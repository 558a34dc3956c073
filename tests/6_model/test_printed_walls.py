"""The walls of feed block, lid, folded dipole's saddle and saddle, measured on the solids, are those of the sizes.

Within limits that keep openings apart, what is not plastic is one piece an opening (or the air outside); the wall
between two of them is the distance between their pieces.
"""

import itertools

import pytest

from fabgen.design.part_sizes import feed_block_size, folded_saddle_size, saddle_size
from fabgen.model.kernel import cq, solid_of
from fabgen.model.parts.feed_block import feed_block
from fabgen.model.parts.feed_lid import feed_lid
from fabgen.model.parts.folded_saddle import folded_saddle
from fabgen.model.parts.saddle import saddle
from fabgen.model.shapes import box

NEAR_MM = 1e-3
CLOSE_MM = 1e-5  # a lying bore that is cut NEAR_MM under its axis is narrower by less
AIR_MM = 5.0
STRAIGHT = [
    {},
    {"hole_growth_mm": 0.6},
    {"cable_mm": 1.5, "gap_mm": 4.0},
    {"rod_diameter_mm": 8.0, "height_mm": 25.0, "boom_width_mm": 30.0, "cable_mm": 10.0, "hole_growth_mm": 0.2},
    {"rod_diameter_mm": 3.0, "gap_mm": 1.0, "boom_width_mm": 12.0, "cable_mm": 3.0, "height_mm": 14.0},
]
CRADLES = [
    {"boom_width_mm": 30.0, "boom_diameter_mm": 30.0, "gap_mm": 4.0},
    {"boom_width_mm": 8.0, "boom_diameter_mm": 8.0, "gap_mm": 2.0, "hole_growth_mm": 0.6},
    {"rod_diameter_mm": 16.0, "height_mm": 20.0, "boom_width_mm": 80.0, "boom_diameter_mm": 80.0, "gap_mm": 3.0},
    {"rod_diameter_mm": 12.0, "height_mm": 19.0, "boom_width_mm": 50.0, "boom_diameter_mm": 50.0},
]
FOLDED = [
    {},
    {"gap_mm": 1.0, "hole_growth_mm": 0.1},
    {"rod_diameter_mm": 8.0, "spacing_mm": 50.0, "height_mm": 20.0, "boom_width_mm": 30.0, "hole_growth_mm": 0.3},
]
SADDLES = [
    {},
    {"boom_width_mm": 10.0, "hole_growth_mm": 0.3},
    {"screw": "M4", "boom_width_mm": 30.0, "hole_growth_mm": 0.3},
]


def cases(table):
    """The first in the quick suite, the others in the slow one."""
    return [case if case == table[0] else pytest.param(case, marks=pytest.mark.slow) for case in table]


def not_plastic(part, x, y, z):
    """Pieces of what is not plastic within limits."""
    return box(x, y, z).cut(part).Solids()


def about(value, reach):
    return value - reach, value + reach


def at(pieces, x, y, z):
    """The piece that holds a point."""
    (found,) = (piece for piece in pieces if piece.isInside(cq.Vector(x, y, z)))
    return found


def least_apart_mm(pieces):
    return min(first.distance(second) for first, second in itertools.combinations(pieces, 2))


@pytest.mark.parametrize("given", cases(STRAIGHT))
def test_walls_under_a_feed_blocks_floor(given):
    size, part = feed_block_size(**given), solid_of(feed_block(**given))
    x, y, walls = size.half_x_mm, size.half_y_mm, size.walls_mm
    pieces = not_plastic(part, (-x, x), (-y, y), (size.bottom_mm, size.height_mm - NEAR_MM))
    z = size.height_mm - 2 * NEAR_MM
    # Two rods with their terminals, two hold-down screws, cable slot, drain, four lid screws.
    assert len(pieces) == 10
    places = {
        "rod": (0.0, size.terminal_y_mm),
        "hold-down head": (size.screw_x_mm[1], 0.0),
        "cable slot": size.cable_at_mm,
        "lid screw": size.lid_screw_mm,
    }
    front, drain = {name: at(pieces, *place, z) for name, place in places.items()}, at(pieces, *size.drain_at_mm, z)
    back = {name: at(pieces, -px, -py, z) for name, (px, py) in places.items() if name != "cable slot"}
    apart = {(a, b): front[a].distance(front[b]) for a, b in itertools.combinations(front, 2)}
    apart |= {("drain", name): drain.distance(piece) for name, piece in back.items()}
    for names, measured in apart.items():
        # A rod and its nut's trap are one piece.
        either = [names, tuple("nut" if name == "rod" else name for name in names)]
        expected = min(
            walls[name]
            for a, b in either
            for name in (f"wall between {a} and {b}", f"wall between {b} and {a}")
            if name in walls
        )
        assert measured == pytest.approx(expected, abs=CLOSE_MM), names
    between = [wall for name, wall in walls.items() if name.startswith("wall between")]
    assert least_apart_mm(pieces) == pytest.approx(min(*between, walls["rib between the rods"]), abs=CLOSE_MM)


@pytest.mark.parametrize("given", cases(STRAIGHT))
def test_floor_rim_posts_and_lid_of_a_feed_block(given):
    size, part, lid = feed_block_size(**given), solid_of(feed_block(**given)), solid_of(feed_lid(**given))
    hole, (x, y), walls = size.drawn_mm(size.terminal_fastener.clearance_mm), size.lid_screw_mm, size.walls_mm
    beside_screw = size.terminal_y_mm + hole / 2 + NEAR_MM, size.terminal_y_mm + size.trap_flats_mm / 2
    low, high, floor = size.bottom_mm, size.height_mm, "floor between rod and nut"
    assert least_apart_mm(not_plastic(part, (-0.1, 0.1), beside_screw, (low, high))) == pytest.approx(walls[floor])
    post = not_plastic(part, about(x, 4), about(y, 4), (size.lid_seat_mm - 2, size.lid_seat_mm - NEAR_MM))
    chamber = [piece for piece in post if piece.Center().x < x - 0.1]
    assert chamber[0].distance(at(post, x, y, size.lid_seat_mm - 1)) == pytest.approx(walls["wall round a lid screw"])
    for of, seen in ((part, "rim"), (lid, "lid's edge")):
        across = about(0, size.half_x_mm + AIR_MM), about(0, size.half_y_mm + AIR_MM)
        pieces = not_plastic(of, *across, (size.lid_seat_mm + NEAR_MM, size.top_mm - NEAR_MM))
        assert least_apart_mm(pieces) == pytest.approx(walls[seen])
    (x0, x1), (y0, y1) = size.slot_x_mm, size.tongue_y_mm
    wedge = lid.intersect(box((x0 - 1, x1 + 1), (y0 - 2, y1 + 2), about(size.height_mm - 2, 0.3))).BoundingBox()
    assert min(wedge.xlen, wedge.ylen) == pytest.approx(walls["lid's wedge"], abs=CLOSE_MM)


@pytest.mark.parametrize("given", cases(CRADLES))
def test_plastic_between_rod_drain_and_cradle(given):
    """A rod's trough that opens into the cradle would lay the rod on the boom."""
    size, part = feed_block_size(**given), solid_of(feed_block(**given))
    walls = size.walls_mm
    half_bore, trap = size.drawn_bore_mm / 2, size.terminal_y_mm - size.trap_flats_mm / 2
    before_nut = (0.0, trap - NEAR_MM)
    pieces = not_plastic(part, about(0, half_bore), before_nut, (size.bottom_mm, size.height_mm - NEAR_MM))
    floor = walls["floor between rod and cradle"]
    assert least_apart_mm(pieces) == pytest.approx(floor, abs=CLOSE_MM)
    assert floor > 2
    x, y = size.drain_at_mm
    foot = (size.bottom_mm, size.bottom_mm + 0.2)
    pieces = not_plastic(part, about(x, 0.5), (y - 1, 0.0), foot)
    assert least_apart_mm(pieces) == pytest.approx(walls["wall between drain and cradle"], abs=CLOSE_MM)


@pytest.mark.parametrize("given", cases(FOLDED))
def test_walls_of_a_folded_dipoles_saddle(given):
    size, part = folded_saddle_size(**given), solid_of(folded_saddle(**given))
    walls = dict(size.walls_mm)
    column = not_plastic(part, (size.back_mm, size.front_mm), size.y_mm, (0.0, size.top_mm))
    # Two fed limbs with their terminals, the upper limb, the retainer's screw, two slots for each tie.
    assert len(column) == 4 + 2 * len(size.tie_z_mm)
    ear = walls.pop("ear wall")
    assert least_apart_mm(column) == pytest.approx(min(walls.values()), abs=CLOSE_MM)
    low, high = size.screw_x_mm[1], size.x_mm[1] + AIR_MM
    pieces = not_plastic(part, (low, high), (-0.1, 0.1), (size.seat_mm + 0.6, size.ear_mm - NEAR_MM))
    assert least_apart_mm(pieces) == pytest.approx(ear, abs=CLOSE_MM)


@pytest.mark.parametrize("given", cases(SADDLES))
def test_walls_of_a_saddle(given):
    size, part, walls = saddle_size(**given), solid_of(saddle(**given)), saddle_size(**given).walls_mm
    x, y = size.length_mm / 2, size.width_mm / 2
    ears = not_plastic(part, (size.screw_x_mm[1], x + AIR_MM), about(0, y + AIR_MM), (size.seat_mm + 0.6, size.ear_mm))
    expected = min(walls["ear wall"], walls["ear wall at a counterbore's apex"])
    assert least_apart_mm(ears) == pytest.approx(expected, abs=CLOSE_MM)
    below = not_plastic(part, (-0.1, 0.1), (-y, y), (-AIR_MM, size.height_mm))
    assert least_apart_mm(below) == pytest.approx(walls["floor"], abs=CLOSE_MM)
    column = size.column_half_mm + AIR_MM
    beside = not_plastic(part, (0.0, column), (-y, y), about(size.height_mm, 0.1))
    assert least_apart_mm(beside) == pytest.approx(walls["wall round the bore"], abs=CLOSE_MM)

What you are asked to do: Return exactly, and only, the lines above starting at the line that contains "Within limits that" and ending at the line that contains "first in the".

Reply to the task:
Within limits that keep openings apart, what is not plastic is one piece an opening (or the air outside); the wall
between two of them is the distance between their pieces.
"""

import itertools

import pytest

from fabgen.design.part_sizes import feed_block_size, folded_saddle_size, saddle_size
from fabgen.model.kernel import cq, solid_of
from fabgen.model.parts.feed_block import feed_block
from fabgen.model.parts.feed_lid import feed_lid
from fabgen.model.parts.folded_saddle import folded_saddle
from fabgen.model.parts.saddle import saddle
from fabgen.model.shapes import box

NEAR_MM = 1e-3
CLOSE_MM = 1e-5  # a lying bore that is cut NEAR_MM under its axis is narrower by less
AIR_MM = 5.0
STRAIGHT = [
    {},
    {"hole_growth_mm": 0.6},
    {"cable_mm": 1.5, "gap_mm": 4.0},
    {"rod_diameter_mm": 8.0, "height_mm": 25.0, "boom_width_mm": 30.0, "cable_mm": 10.0, "hole_growth_mm": 0.2},
    {"rod_diameter_mm": 3.0, "gap_mm": 1.0, "boom_width_mm": 12.0, "cable_mm": 3.0, "height_mm": 14.0},
]
CRADLES = [
    {"boom_width_mm": 30.0, "boom_diameter_mm": 30.0, "gap_mm": 4.0},
    {"boom_width_mm": 8.0, "boom_diameter_mm": 8.0, "gap_mm": 2.0, "hole_growth_mm": 0.6},
    {"rod_diameter_mm": 16.0, "height_mm": 20.0, "boom_width_mm": 80.0, "boom_diameter_mm": 80.0, "gap_mm": 3.0},
    {"rod_diameter_mm": 12.0, "height_mm": 19.0, "boom_width_mm": 50.0, "boom_diameter_mm": 50.0},
]
FOLDED = [
    {},
    {"gap_mm": 1.0, "hole_growth_mm": 0.1},
    {"rod_diameter_mm": 8.0, "spacing_mm": 50.0, "height_mm": 20.0, "boom_width_mm": 30.0, "hole_growth_mm": 0.3},
]
SADDLES = [
    {},
    {"boom_width_mm": 10.0, "hole_growth_mm": 0.3},
    {"screw": "M4", "boom_width_mm": 30.0, "hole_growth_mm": 0.3},
]


def cases(table):
    """The first in the quick suite, the others in the slow one."""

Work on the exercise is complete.